> [Work task] Print the listing below from its opening line through the line holding "const known = new Map<string, boolean>();", both ends included.

> [Material provided]
--
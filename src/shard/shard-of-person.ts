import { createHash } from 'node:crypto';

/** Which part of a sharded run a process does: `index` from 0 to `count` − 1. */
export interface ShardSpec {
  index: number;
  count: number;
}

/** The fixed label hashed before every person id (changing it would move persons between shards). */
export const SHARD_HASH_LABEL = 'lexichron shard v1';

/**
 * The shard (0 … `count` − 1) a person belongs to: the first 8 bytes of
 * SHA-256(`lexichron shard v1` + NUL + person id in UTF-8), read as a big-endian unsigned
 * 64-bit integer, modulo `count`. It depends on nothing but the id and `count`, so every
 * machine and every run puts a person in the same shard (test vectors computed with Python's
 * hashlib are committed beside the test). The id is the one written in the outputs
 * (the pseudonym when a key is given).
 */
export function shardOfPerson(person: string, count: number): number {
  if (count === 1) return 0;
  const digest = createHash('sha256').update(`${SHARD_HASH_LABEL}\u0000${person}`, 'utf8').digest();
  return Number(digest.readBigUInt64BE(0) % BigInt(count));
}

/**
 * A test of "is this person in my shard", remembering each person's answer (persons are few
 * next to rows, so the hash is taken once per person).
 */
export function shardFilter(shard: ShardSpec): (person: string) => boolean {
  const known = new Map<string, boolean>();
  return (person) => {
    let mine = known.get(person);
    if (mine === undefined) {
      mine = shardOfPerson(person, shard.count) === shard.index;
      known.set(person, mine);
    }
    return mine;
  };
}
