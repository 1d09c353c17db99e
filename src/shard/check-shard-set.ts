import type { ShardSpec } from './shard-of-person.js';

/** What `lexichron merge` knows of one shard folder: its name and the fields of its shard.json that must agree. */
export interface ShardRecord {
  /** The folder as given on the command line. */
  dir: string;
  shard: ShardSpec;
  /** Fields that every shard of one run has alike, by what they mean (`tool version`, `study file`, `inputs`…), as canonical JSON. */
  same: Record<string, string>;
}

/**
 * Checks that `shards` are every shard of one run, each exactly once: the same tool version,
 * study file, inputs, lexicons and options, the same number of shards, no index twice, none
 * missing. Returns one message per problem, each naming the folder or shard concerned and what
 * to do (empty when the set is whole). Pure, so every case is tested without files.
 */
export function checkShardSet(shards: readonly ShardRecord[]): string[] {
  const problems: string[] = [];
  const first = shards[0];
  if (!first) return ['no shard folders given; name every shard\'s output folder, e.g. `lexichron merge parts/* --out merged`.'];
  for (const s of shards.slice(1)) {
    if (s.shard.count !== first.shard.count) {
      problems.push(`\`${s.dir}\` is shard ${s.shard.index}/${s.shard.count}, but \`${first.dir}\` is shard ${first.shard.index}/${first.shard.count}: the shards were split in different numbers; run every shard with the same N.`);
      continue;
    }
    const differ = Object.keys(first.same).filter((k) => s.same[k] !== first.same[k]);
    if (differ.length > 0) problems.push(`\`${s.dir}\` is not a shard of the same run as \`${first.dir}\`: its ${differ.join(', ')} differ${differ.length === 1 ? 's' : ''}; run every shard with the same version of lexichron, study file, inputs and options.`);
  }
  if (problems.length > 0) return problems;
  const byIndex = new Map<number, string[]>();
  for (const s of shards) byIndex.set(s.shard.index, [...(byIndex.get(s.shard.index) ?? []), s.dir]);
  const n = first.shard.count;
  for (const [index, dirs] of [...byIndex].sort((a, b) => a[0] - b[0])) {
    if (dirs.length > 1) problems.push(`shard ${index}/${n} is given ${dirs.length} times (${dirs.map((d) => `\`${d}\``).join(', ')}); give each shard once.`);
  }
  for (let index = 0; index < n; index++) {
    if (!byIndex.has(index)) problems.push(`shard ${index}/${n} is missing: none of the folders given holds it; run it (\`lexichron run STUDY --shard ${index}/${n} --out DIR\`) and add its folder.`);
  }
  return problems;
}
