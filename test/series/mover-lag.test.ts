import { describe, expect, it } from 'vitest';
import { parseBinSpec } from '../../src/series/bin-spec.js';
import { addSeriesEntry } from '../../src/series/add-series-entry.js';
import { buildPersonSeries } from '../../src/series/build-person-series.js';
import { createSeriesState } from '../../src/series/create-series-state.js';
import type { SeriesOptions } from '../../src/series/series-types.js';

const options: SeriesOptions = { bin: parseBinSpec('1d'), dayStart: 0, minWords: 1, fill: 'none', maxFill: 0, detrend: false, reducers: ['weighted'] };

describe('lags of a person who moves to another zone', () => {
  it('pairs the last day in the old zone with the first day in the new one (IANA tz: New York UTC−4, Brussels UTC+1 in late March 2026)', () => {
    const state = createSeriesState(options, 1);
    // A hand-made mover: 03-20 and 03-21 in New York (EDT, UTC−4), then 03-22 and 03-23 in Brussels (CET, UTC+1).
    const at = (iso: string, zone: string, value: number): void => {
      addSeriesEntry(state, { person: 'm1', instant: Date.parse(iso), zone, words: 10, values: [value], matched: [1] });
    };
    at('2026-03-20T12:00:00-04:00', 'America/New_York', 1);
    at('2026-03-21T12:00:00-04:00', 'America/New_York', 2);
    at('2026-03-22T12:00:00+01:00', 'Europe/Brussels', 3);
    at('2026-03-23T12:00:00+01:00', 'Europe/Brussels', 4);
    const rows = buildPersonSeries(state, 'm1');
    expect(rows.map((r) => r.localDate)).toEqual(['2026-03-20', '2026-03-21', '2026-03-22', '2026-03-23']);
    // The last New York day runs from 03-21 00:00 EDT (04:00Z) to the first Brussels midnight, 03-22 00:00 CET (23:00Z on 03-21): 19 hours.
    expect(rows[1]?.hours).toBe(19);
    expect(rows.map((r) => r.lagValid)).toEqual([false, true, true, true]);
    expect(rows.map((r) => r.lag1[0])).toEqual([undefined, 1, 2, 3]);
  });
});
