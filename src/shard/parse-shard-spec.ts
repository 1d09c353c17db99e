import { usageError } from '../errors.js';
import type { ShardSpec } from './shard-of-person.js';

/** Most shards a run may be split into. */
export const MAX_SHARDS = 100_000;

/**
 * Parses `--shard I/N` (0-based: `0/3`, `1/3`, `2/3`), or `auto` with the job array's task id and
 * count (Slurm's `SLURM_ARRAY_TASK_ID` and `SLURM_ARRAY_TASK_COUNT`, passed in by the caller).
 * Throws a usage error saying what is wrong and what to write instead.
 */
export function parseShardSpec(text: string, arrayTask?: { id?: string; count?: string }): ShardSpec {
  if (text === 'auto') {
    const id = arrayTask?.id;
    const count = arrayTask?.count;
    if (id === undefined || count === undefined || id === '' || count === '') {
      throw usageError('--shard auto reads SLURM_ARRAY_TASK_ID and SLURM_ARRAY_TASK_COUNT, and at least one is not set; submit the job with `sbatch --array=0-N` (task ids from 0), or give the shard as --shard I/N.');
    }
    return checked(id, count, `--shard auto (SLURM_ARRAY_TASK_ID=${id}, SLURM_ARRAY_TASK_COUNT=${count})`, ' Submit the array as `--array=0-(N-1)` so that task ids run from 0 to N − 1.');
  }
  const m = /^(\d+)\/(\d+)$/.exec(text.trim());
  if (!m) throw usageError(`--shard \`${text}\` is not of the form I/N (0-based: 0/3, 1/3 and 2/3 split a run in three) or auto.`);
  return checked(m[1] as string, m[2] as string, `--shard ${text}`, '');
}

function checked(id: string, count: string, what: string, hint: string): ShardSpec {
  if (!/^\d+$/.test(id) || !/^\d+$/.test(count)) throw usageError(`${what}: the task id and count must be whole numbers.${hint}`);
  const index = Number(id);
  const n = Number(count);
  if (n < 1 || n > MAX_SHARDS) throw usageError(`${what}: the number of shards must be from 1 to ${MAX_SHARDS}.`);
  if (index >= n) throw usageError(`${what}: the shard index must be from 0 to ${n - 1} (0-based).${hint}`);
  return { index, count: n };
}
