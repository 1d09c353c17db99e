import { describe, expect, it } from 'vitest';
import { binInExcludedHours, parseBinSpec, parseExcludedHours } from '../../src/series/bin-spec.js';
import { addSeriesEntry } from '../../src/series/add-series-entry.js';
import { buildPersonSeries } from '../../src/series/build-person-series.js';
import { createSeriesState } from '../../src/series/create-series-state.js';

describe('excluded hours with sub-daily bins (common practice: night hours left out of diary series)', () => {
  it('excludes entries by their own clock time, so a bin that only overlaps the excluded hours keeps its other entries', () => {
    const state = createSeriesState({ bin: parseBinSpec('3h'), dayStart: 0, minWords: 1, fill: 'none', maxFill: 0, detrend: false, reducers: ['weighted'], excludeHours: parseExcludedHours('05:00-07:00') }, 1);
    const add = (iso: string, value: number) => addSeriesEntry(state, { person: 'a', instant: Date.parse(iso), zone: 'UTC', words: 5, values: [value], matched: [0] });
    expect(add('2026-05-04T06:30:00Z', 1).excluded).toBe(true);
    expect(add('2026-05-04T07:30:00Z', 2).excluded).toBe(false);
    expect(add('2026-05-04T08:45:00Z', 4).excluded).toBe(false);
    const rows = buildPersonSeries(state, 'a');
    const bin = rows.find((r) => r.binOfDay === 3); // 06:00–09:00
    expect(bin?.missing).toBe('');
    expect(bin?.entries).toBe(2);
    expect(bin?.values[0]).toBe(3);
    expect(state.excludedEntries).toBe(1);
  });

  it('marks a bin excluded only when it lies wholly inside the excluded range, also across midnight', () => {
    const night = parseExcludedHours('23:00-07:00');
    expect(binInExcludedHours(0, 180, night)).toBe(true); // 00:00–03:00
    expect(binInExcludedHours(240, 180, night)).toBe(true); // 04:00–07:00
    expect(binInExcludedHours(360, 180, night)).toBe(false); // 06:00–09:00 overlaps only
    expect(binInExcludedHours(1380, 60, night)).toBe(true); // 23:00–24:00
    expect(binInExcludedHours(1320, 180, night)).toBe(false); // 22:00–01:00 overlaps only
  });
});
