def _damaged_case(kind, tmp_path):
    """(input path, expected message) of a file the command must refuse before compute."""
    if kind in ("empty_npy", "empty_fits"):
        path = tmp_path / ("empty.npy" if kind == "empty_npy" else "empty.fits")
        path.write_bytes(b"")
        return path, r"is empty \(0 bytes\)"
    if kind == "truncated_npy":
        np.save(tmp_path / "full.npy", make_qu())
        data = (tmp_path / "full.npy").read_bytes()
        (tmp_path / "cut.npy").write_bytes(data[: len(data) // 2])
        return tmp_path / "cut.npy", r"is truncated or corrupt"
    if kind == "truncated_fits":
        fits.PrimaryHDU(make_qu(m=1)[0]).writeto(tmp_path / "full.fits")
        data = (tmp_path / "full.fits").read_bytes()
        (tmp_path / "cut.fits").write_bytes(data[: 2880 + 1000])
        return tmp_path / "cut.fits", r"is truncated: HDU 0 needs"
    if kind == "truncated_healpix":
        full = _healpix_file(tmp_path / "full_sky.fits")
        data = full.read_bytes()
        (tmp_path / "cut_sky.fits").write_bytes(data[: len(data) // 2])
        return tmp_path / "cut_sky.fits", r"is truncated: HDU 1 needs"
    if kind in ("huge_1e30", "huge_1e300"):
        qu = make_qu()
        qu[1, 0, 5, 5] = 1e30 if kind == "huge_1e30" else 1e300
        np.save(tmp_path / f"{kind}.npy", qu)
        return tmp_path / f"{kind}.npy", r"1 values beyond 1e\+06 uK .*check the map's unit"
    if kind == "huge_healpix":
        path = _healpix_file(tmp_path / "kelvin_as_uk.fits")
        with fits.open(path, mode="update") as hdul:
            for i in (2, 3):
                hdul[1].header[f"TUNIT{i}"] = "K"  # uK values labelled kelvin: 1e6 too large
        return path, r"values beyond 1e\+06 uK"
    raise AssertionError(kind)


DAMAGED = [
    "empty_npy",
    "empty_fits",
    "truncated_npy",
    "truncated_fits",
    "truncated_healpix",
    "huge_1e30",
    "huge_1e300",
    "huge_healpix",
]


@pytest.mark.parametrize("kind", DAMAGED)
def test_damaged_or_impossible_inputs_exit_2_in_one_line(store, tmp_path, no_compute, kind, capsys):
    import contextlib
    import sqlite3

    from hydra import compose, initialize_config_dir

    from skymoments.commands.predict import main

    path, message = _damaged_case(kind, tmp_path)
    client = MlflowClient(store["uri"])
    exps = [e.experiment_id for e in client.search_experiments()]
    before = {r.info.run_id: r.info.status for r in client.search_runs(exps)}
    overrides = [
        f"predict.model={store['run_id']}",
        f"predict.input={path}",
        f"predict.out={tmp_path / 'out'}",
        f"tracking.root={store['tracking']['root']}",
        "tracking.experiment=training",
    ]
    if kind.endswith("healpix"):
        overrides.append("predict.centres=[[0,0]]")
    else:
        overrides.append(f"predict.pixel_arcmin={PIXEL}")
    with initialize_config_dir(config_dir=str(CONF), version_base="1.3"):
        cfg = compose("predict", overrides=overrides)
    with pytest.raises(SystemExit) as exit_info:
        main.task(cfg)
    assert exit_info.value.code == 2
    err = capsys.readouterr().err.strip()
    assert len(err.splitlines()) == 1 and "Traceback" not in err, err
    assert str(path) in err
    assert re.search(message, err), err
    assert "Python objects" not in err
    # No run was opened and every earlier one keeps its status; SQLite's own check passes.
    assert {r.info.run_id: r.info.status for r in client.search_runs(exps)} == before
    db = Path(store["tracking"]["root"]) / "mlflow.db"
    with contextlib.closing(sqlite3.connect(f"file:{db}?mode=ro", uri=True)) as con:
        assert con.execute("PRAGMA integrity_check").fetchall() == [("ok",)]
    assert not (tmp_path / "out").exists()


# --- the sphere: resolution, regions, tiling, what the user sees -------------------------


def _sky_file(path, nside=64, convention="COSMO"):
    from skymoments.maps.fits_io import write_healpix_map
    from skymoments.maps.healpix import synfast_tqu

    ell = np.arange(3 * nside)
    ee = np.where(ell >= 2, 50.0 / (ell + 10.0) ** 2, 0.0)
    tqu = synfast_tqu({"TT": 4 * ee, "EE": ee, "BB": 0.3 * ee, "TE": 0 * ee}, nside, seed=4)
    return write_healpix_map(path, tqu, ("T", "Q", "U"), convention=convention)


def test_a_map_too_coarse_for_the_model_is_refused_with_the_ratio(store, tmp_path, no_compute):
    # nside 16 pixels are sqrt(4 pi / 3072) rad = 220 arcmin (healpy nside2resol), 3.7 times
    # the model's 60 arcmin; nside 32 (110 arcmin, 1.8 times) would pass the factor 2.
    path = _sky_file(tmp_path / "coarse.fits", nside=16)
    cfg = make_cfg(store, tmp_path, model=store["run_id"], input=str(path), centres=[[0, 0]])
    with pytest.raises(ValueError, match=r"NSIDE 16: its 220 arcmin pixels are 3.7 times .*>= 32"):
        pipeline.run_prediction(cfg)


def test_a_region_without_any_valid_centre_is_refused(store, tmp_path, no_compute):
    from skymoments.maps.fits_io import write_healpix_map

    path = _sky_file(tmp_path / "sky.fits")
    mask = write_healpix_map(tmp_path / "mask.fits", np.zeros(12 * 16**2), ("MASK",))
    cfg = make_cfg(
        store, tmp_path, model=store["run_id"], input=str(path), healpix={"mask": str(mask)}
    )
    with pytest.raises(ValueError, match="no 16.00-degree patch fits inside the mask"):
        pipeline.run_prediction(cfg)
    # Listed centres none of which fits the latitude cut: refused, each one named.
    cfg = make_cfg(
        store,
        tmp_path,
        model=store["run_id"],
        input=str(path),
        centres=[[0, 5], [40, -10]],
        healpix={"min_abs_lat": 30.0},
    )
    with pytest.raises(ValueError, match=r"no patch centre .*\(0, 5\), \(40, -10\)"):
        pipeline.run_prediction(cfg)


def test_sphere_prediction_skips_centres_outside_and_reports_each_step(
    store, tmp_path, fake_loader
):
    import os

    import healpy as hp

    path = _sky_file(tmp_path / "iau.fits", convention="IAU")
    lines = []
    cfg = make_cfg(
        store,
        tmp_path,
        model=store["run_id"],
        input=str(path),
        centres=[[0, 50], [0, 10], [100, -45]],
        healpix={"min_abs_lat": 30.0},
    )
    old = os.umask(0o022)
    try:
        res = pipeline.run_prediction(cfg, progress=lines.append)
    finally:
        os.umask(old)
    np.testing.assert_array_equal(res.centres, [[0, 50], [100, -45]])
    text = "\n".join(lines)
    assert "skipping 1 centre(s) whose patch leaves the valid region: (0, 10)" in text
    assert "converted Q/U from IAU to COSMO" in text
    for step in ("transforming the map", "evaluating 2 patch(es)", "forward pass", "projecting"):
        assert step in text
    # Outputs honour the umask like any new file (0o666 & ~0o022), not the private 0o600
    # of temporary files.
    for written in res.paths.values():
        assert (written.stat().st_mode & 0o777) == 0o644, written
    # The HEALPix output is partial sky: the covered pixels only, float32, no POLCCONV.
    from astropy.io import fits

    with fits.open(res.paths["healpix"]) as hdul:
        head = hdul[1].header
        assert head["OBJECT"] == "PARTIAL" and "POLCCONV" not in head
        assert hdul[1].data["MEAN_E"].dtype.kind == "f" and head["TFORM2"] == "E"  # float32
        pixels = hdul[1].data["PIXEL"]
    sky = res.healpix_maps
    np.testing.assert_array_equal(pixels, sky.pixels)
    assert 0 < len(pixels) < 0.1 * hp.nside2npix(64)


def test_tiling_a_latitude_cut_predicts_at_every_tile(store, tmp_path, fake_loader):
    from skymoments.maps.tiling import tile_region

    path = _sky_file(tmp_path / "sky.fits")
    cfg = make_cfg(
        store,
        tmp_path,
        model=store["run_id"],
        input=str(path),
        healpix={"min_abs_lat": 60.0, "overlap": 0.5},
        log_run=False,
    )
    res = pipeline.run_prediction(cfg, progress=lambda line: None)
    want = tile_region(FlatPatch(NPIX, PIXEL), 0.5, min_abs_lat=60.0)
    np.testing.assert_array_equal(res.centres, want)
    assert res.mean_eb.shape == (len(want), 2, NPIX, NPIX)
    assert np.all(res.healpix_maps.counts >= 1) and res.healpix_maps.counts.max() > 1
--
> [Reply]
filename src/shard/shard-of-person.ts
import { createHash } from 'node:crypto';

/** Which part of a sharded run a process does: `index` from 0 to `count` − 1. */
export interface ShardSpec {
  index: number;
  count: number;
}

/** The fixed label hashed before every person id (changing it would move persons between shards). */
export const SHARD_HASH_LABEL = 'lexichron shard v1';

/**
 * The shard (0 … `count` − 1) a person belongs to: the first 8 bytes of
 * SHA-256(`lexichron shard v1` + NUL + person id in UTF-8), read as a big-endian unsigned
 * 64-bit integer, modulo `count`. It depends on nothing but the id and `count`, so every
 * machine and every run puts a person in the same shard (test vectors computed with Python's
 * hashlib are committed beside the test). The id is the one written in the outputs
 * (the pseudonym when a key is given).
 */
export function shardOfPerson(person: string, count: number): number {
  if (count === 1) return 0;
  const digest = createHash('sha256').update(`${SHARD_HASH_LABEL}\u0000${person}`, 'utf8').digest();
  return Number(digest.readBigUInt64BE(0) % BigInt(count));
}

/**
 * A test of "is this person in my shard", remembering each person's answer (persons are few
 * next to rows, so the hash is taken once per person).
 */
export function shardFilter(shard: ShardSpec): (person: string) => boolean {
  const known = new Map<string, boolean>();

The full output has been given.